Yes.  I thought you were saying that one could not treat the string with
smuggled bytes as if it were a string.  (It's a string that can't be
encoded unless you use the surrogateescape error handler, but it is
still a string from Python's POV, which is the point of the error
handler).

Or, to put it another way, your implication was that there were no
string operations that could be usefully applied to a string containing
smuggled bytes, but that is not the case.  (I may well have read an
implication that was not there; if so I apologize and you can ignore the
rest of this :)  Basically, we are pretending that the each smuggled
byte is single character for string parsing purposes...but they don't
match any of our parsing constants.  They are all "any character" matches
in the regexes and what have you.  Of course, this only works in
contexts where we can ignore or "carry along" the smuggled bytes as
being components of "arbitrary text" portions of the syntax, and we must
take care to either replace them with valid unicode error glyphs or turn
the string of which the are a part into binary using the same codec and
error handler as we used to ingest them to begin with before emitting
them.  And, of course, we can't *modify* the sections containing the
smuggled bytes, only the syntax-matched sections that surround them; and
things like line wrapping are just an invitation to ugliness and bugs
even if you kept the smuggled bytes sections internally intact.

Finally, to explain what I meant by "except that I do": when I added
back binary support to the email package in Python3, initially I *did
not change the parsing algorithms* in the code.  I just smuggled the
bytes, and then dealt with the encoding/decoding at the API boundaries.
This is the same principle used when dealing with filenames in the API
of Python itself.  *Except* at that boundary, I do not need to worry
about whether a particular string contains smuggled bytes or not.[*]

> If you, instead, represented the header as a list with some str
> elements and some bytes, it would be just as valid (though much harder
> to work with); all your manipulations are done on the str parts, and
> the bytes just tag along for the ride.

Quite a bit harder, which is why I don't do that.

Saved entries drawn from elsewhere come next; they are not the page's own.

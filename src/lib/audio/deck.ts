// One deck: its source (a demo loop, or a test signal), play/stop, one insert per declared rack
// in series (rack 1 first; the mapping decides how many), and its level. Stopping ramps the source down before the inserts, so tails ring out.
// Neighbouring inserts share one summing node: every node in the chain runs on every frame.
import { Gain, ToneAudioBuffer, ToneBufferSource } from 'tone';
import { MAX_RACKS, type DeckId } from '$lib/engine/types';
import type { BeatClock } from './beat-clock';
import { rampParam } from './effects/effect';
import { LoopPlayer } from './loops/loop-player';
import type { DemoLoop } from './loops/patterns';
import { dbToGain } from './mix';
import { RACK_FADE, RackInsert } from './rack-insert';

export class DeckChannel {
	readonly output = new Gain(1);
	readonly inserts: RackInsert[] = [];
	#play = new Gain(1); // sources sum here
	#joints: Gain[] = []; // between neighbouring inserts
	#loop: LoopPlayer | null = null;
	#retired: LoopPlayer[] = [];
	#probes: ToneBufferSource[] = [];
	#levelDb = 0;

	constructor(
		readonly deck: DeckId,
		readonly clock: BeatClock,
		racks = 1
	) {
		this.ensureRacks(racks);
	}

	/** Grows the insert chain to `count` racks (a mapping with more racks took over); never shrinks. */
	ensureRacks(count: number): void {
		const want = Math.min(MAX_RACKS, Math.max(1, count));
		while (this.inserts.length < want) {
			const last = this.inserts.at(-1);
			let input = this.#play;
			if (last) {
				input = new Gain(1);
				this.#joints.push(input);
				last.retarget(input);
			}
			this.inserts.push(new RackInsert(this.inserts.length + 1, this.deck, this.clock, input, this.output));
		}
	}

	get loop(): DemoLoop | null {
		return this.#loop?.loop ?? null;
	}

	get levelDb(): number {
		return this.#levelDb;
	}

	setLoop(loop: DemoLoop | null, time: number): void {
		if (this.#loop) {
			const old = this.#loop;
			old.output.gain.setValueAtTime(old.output.gain.getValueAtTime(time), time);
			old.output.gain.linearRampToValueAtTime(0, time + RACK_FADE);
			// An offline render is still to run: keep the old loop until the deck goes away.
			if (old.output.context.isOffline) this.#retired.push(old);
			else setTimeout(() => old.dispose(), 1000 * (time - old.output.context.currentTime + 0.2));
		}
		this.#loop = loop ? new LoopPlayer(loop, this.clock) : null;
		if (this.#loop) {
			this.#loop.output.connect(this.#play);
			this.#loop.start(time);
		}
	}

	/** Plays fixed samples once from `time` (test signals on the sounds page and in tests). */
	playSamples(channels: Float32Array[], time: number): void {
		const probe = new ToneBufferSource({ url: ToneAudioBuffer.fromArray(channels) });
		probe.connect(this.#play);
		probe.onended = () => probe.dispose();
		probe.start(time);
		this.#probes.push(probe);
	}

	setPlaying(playing: boolean, time: number): void {
		rampParam(this.#play.gain, playing ? 1 : 0, time, RACK_FADE);
	}

	/** Deck level in dB; up to +12 for tests of the master limiter. */
	setLevel(db: number, time: number): void {
		this.#levelDb = Math.min(12, db);
		rampParam(this.output.gain, db <= -60 ? 0 : dbToGain(this.#levelDb), time, 0.01);
	}

	/** A tempo change at `time`: loops hand over, beat-synced effects retime. */
	retime(time: number): void {
		this.#loop?.start(time);
		for (const insert of this.inserts) insert.setTempo(this.clock.bpmAt(time), time);
	}

	dispose(): void {
		this.#loop?.dispose();
		for (const l of this.#retired) l.dispose();
		for (const p of this.#probes) p.dispose();
		for (const r of this.inserts) r.dispose();
		for (const n of [this.output, this.#play, ...this.#joints]) n.dispose();
	}
}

> > You are right about the wrapping, though.  If a header with invalid
> > bytes (and in this scenario we *are* talking about errors) needs to
> > be wrapped, we have to first decode the smuggled bytes and turn it
> > into an 'unknown-8bit' encoded word before we can wrap the header.
> 
> Yeah, and that's going to be a bit messy. If you get 60 characters
> followed by 30 unknown bytes, where do you wrap it? Dare you wrap in
> the middle of the smuggled section?

The point of RFC2047 encoded words is that they are an ASCII
representation of binary data, so once the bytes are "properly" Content
Transfer Encoded (as being in an unknown charset) the string contains no
smuggled bytes and can be wrapped.

--David

[*] I worried a lot that this was re-introducing the bytes/string
problem from python2.  The difference is that if the smuggled bytes
escape from the email API, that's a bug in the email package.  So user
code using the library is *not* in danger of getting mysterious encoding
errors when one day the input is international where before it was all
ASCII.  (Absent bugs in the library.)